I wish I could say that Benicio had swept in and somehow become the father I never had. The truth was that I liked Benicio, but he wasn’t my father. Nevertheless, I could see in him the man my mother loved. I think Benicio loved her still. And he was a good man, as far as criminals go. He was the kind of man my father was not, the kind who would do certain things but not cross other lines. He didn’t mess with women and children - had a rule against trafficking or running girls. In this kind of life, the biker life and the one in which I’d been raised, those kind of principles meant something. Those kinds of principles meant you were a good man.

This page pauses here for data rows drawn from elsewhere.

ALTER TABLE `user` ADD `time_zone` varchar(64);--> statement-breakpoint
ALTER TABLE `tank` ADD `heater_set_c` decimal(4,1);--> statement-breakpoint
UPDATE `tank` SET `heater_set_c` = CAST(REGEXP_SUBSTR(`heater_note`, '[0-9]+([.][0-9])?') AS DECIMAL(4,1)), `heater_note` = '' WHERE `heater_set_c` IS NULL AND `heater_note` REGEXP '^set to [0-9]{2}([.][0-9])? ?°C$';
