CREATE TABLE `media` (
	`id` bigint unsigned AUTO_INCREMENT NOT NULL,
	`owner_id` varchar(255) NOT NULL,
	`scope` varchar(32),
	`scope_id` bigint unsigned,
	`storage_key` varchar(190) NOT NULL,
	`upload_bytes` int NOT NULL,
	`byte_size` int NOT NULL,
	`width` int NOT NULL,
	`height` int NOT NULL,
	`renditions` json NOT NULL,
	`alt_text` varchar(300) NOT NULL DEFAULT '',
	`caption` varchar(500) NOT NULL DEFAULT '',
	`position` int NOT NULL DEFAULT 0,
	`created_at` datetime(3) NOT NULL DEFAULT CURRENT_TIMESTAMP(3),
	`attached_at` datetime(3),
	CONSTRAINT `media_id` PRIMARY KEY(`id`),
	CONSTRAINT `media_storageKey_unique` UNIQUE(`storage_key`)
);
--> statement-breakpoint
CREATE TABLE `species` (
	`id` bigint unsigned AUTO_INCREMENT NOT NULL,
	`kind` enum('plant','fish','shrimp','snail','invertebrate') NOT NULL,
	`scientific_name` varchar(160) NOT NULL,
	`common_name` varchar(120) NOT NULL DEFAULT '',
	`other_names` varchar(300) NOT NULL DEFAULT '',
	`placement` enum('foreground','midground','background','epiphyte','floating'),
	`growth_habit` enum('stem','rosette','rhizome','moss','carpeting','floating','bulb'),
	`growth_speed` enum('slow','moderate','fast'),
	`adult_size_cm` decimal(5,1),
	`temperament` enum('peaceful','semi-aggressive','aggressive','predatory'),
	`note` varchar(300) NOT NULL DEFAULT '',
	`created_at` datetime(3) NOT NULL DEFAULT CURRENT_TIMESTAMP(3),
	CONSTRAINT `species_id` PRIMARY KEY(`id`),
	CONSTRAINT `species_scientificName_unique` UNIQUE(`scientific_name`)
);
--> statement-breakpoint
CREATE TABLE `tank_fertiliser` (
	`id` bigint unsigned AUTO_INCREMENT NOT NULL,
	`tank_id` bigint unsigned NOT NULL,
	`position` int NOT NULL DEFAULT 0,
	`item` varchar(120) NOT NULL,
	`amount` varchar(60) NOT NULL DEFAULT '',
	`frequency` varchar(60) NOT NULL DEFAULT '',
	CONSTRAINT `tank_fertiliser_id` PRIMARY KEY(`id`)
);
--> statement-breakpoint
CREATE TABLE `tank_filter` (
	`id` bigint unsigned AUTO_INCREMENT NOT NULL,
	`tank_id` bigint unsigned NOT NULL,
	`position` int NOT NULL DEFAULT 0,
	`label` varchar(120) NOT NULL DEFAULT '',
	`rated_flow` decimal(8,1),
	`flow_unit` enum('lph','usgph') NOT NULL DEFAULT 'lph',
	`media_notes` varchar(300) NOT NULL DEFAULT '',
	CONSTRAINT `tank_filter_id` PRIMARY KEY(`id`)
);
--> statement-breakpoint
CREATE TABLE `tank_light` (
	`id` bigint unsigned AUTO_INCREMENT NOT NULL,
	`tank_id` bigint unsigned NOT NULL,
	`position` int NOT NULL DEFAULT 0,
	`label` varchar(120) NOT NULL DEFAULT '',
	`watts` decimal(6,1) NOT NULL,
	`hours_per_day` decimal(4,2) NOT NULL,
	CONSTRAINT `tank_light_id` PRIMARY KEY(`id`)
);
--> statement-breakpoint
CREATE TABLE `tank_livestock` (
	`id` bigint unsigned AUTO_INCREMENT NOT NULL,
	`tank_id` bigint unsigned NOT NULL,
	`position` int NOT NULL DEFAULT 0,
	`species_id` bigint unsigned,
	`name` varchar(160) NOT NULL,
	`count` int NOT NULL DEFAULT 1,
	`added_on` date,
	`removed_on` date,
	CONSTRAINT `tank_livestock_id` PRIMARY KEY(`id`)
);
--> statement-breakpoint
CREATE TABLE `tank_plant` (
	`id` bigint unsigned AUTO_INCREMENT NOT NULL,
	`tank_id` bigint unsigned NOT NULL,
	`position` int NOT NULL DEFAULT 0,
	`species_id` bigint unsigned,
	`name` varchar(160) NOT NULL,
	`placement` enum('foreground','midground','background','epiphyte','floating'),
	`added_on` date,
	`removed_on` date,
	CONSTRAINT `tank_plant_id` PRIMARY KEY(`id`)
);
--> statement-breakpoint
CREATE TABLE `tank` (
	`id` bigint unsigned AUTO_INCREMENT NOT NULL,
	`owner_id` varchar(255) NOT NULL,
	`name` varchar(80) NOT NULL,
	`style` varchar(40) NOT NULL DEFAULT '',
	`set_up_on` date,
	`length_cm` decimal(7,2) NOT NULL,
	`width_cm` decimal(7,2) NOT NULL,
	`height_cm` decimal(7,2) NOT NULL,
	`glass_mm` decimal(5,2),
	`substrate_kind` varchar(40) NOT NULL DEFAULT '',
	`substrate_note` varchar(120) NOT NULL DEFAULT '',
	`substrate_depth_cm` decimal(6,2),
	`hardscape` varchar(500) NOT NULL DEFAULT '',
	`hardscape_litres` decimal(8,2),
	`heater_watts` decimal(6,1),
	`heater_note` varchar(160) NOT NULL DEFAULT '',
	`co2_method` enum('none','liquid','pressurised') NOT NULL DEFAULT 'none',
	`co2_bubbles_per_second` decimal(4,1),
	`water_litres` decimal(8,2),
	`description` text,
	`visibility` enum('public','club','private') NOT NULL DEFAULT 'club',
	`retired_on` date,
	`retired_note` varchar(300) NOT NULL DEFAULT '',
	`created_at` datetime(3) NOT NULL DEFAULT CURRENT_TIMESTAMP(3),
	`updated_at` datetime(3),
	CONSTRAINT `tank_id` PRIMARY KEY(`id`)
);
--> statement-breakpoint
ALTER TABLE `media` ADD CONSTRAINT `media_owner_id_user_id_fk` FOREIGN KEY (`owner_id`) REFERENCES `user`(`id`) ON DELETE no action ON UPDATE no action;--> statement-breakpoint
ALTER TABLE `tank_fertiliser` ADD CONSTRAINT `tank_fertiliser_tank_id_tank_id_fk` FOREIGN KEY (`tank_id`) REFERENCES `tank`(`id`) ON DELETE cascade ON UPDATE no action;--> statement-breakpoint
ALTER TABLE `tank_filter` ADD CONSTRAINT `tank_filter_tank_id_tank_id_fk` FOREIGN KEY (`tank_id`) REFERENCES `tank`(`id`) ON DELETE cascade ON UPDATE no action;--> statement-breakpoint
ALTER TABLE `tank_light` ADD CONSTRAINT `tank_light_tank_id_tank_id_fk` FOREIGN KEY (`tank_id`) REFERENCES `tank`(`id`) ON DELETE cascade ON UPDATE no action;--> statement-breakpoint
ALTER TABLE `tank_livestock` ADD CONSTRAINT `tank_livestock_tank_id_tank_id_fk` FOREIGN KEY (`tank_id`) REFERENCES `tank`(`id`) ON DELETE cascade ON UPDATE no action;--> statement-breakpoint
ALTER TABLE `tank_livestock` ADD CONSTRAINT `tank_livestock_species_id_species_id_fk` FOREIGN KEY (`species_id`) REFERENCES `species`(`id`) ON DELETE set null ON UPDATE no action;--> statement-breakpoint
ALTER TABLE `tank_plant` ADD CONSTRAINT `tank_plant_tank_id_tank_id_fk` FOREIGN KEY (`tank_id`) REFERENCES `tank`(`id`) ON DELETE cascade ON UPDATE no action;--> statement-breakpoint
ALTER TABLE `tank_plant` ADD CONSTRAINT `tank_plant_species_id_species_id_fk` FOREIGN KEY (`species_id`) REFERENCES `species`(`id`) ON DELETE set null ON UPDATE no action;--> statement-breakpoint
ALTER TABLE `tank` ADD CONSTRAINT `tank_owner_id_user_id_fk` FOREIGN KEY (`owner_id`) REFERENCES `user`(`id`) ON DELETE no action ON UPDATE no action;--> statement-breakpoint
CREATE INDEX `media_scope_idx` ON `media` (`scope`,`scope_id`,`position`);--> statement-breakpoint
CREATE INDEX `media_owner_idx` ON `media` (`owner_id`,`scope`);--> statement-breakpoint
CREATE INDEX `media_pending_idx` ON `media` (`scope`,`created_at`);--> statement-breakpoint
CREATE INDEX `species_kind_idx` ON `species` (`kind`);--> statement-breakpoint
CREATE INDEX `species_common_idx` ON `species` (`common_name`);--> statement-breakpoint
CREATE INDEX `tank_fertiliser_tank_idx` ON `tank_fertiliser` (`tank_id`,`position`);--> statement-breakpoint
CREATE INDEX `tank_filter_tank_idx` ON `tank_filter` (`tank_id`,`position`);--> statement-breakpoint
CREATE INDEX `tank_light_tank_idx` ON `tank_light` (`tank_id`,`position`);--> statement-breakpoint
CREATE INDEX `tank_livestock_tank_idx` ON `tank_livestock` (`tank_id`,`position`);--> statement-breakpoint
CREATE INDEX `tank_plant_tank_idx` ON `tank_plant` (`tank_id`,`position`);--> statement-breakpoint
CREATE INDEX `tank_owner_idx` ON `tank` (`owner_id`,`retired_on`);--> statement-breakpoint
CREATE INDEX `tank_visibility_idx` ON `tank` (`visibility`);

That was as good as it would get for me. I had no illusions that Benicio would ever become something he was not, that he would trade a criminal lifestyle for a civilian one. It was the same with Blaze. They were strong men who knew who they were. I loved Blaze for that, and I respected Benicio for that. I won’t say I loved Benicio like a father. We were not there yet, and I wasn't sure if we’d ever get there. But I did respect him.
There was no fallout from shooting my father. Benicio, with his network of resources, simply made it all go away. His physician took care of Blaze, and Blaze was healed up in a matter of weeks. I had waited expectantly for a month after the shooting to be hit with a sudden wave of guilt, or remorse, or sadness. I waited for the PTSD that never came, expecting to wake at night with nightmares and cold sweats. But it seemed that Guillermo had left nothing in his wake, not even a ghost.
I think that by the time I killed Guillermo, I was already all cried out. When I killed him, I thought I would mourn for him, that I would grieve for relationship that I had lost. But the truth was, it was a relationship I’d never had. I’d been gone for a long time. I had run back to him in a fit of desperation at the beginning of the summer, but I was running toward a fantasy, someone I imagined my father to be.
I leaned harder against Blaze. “I’m finally home,” I said.
Blaze squeezed me tighter. “We both are.”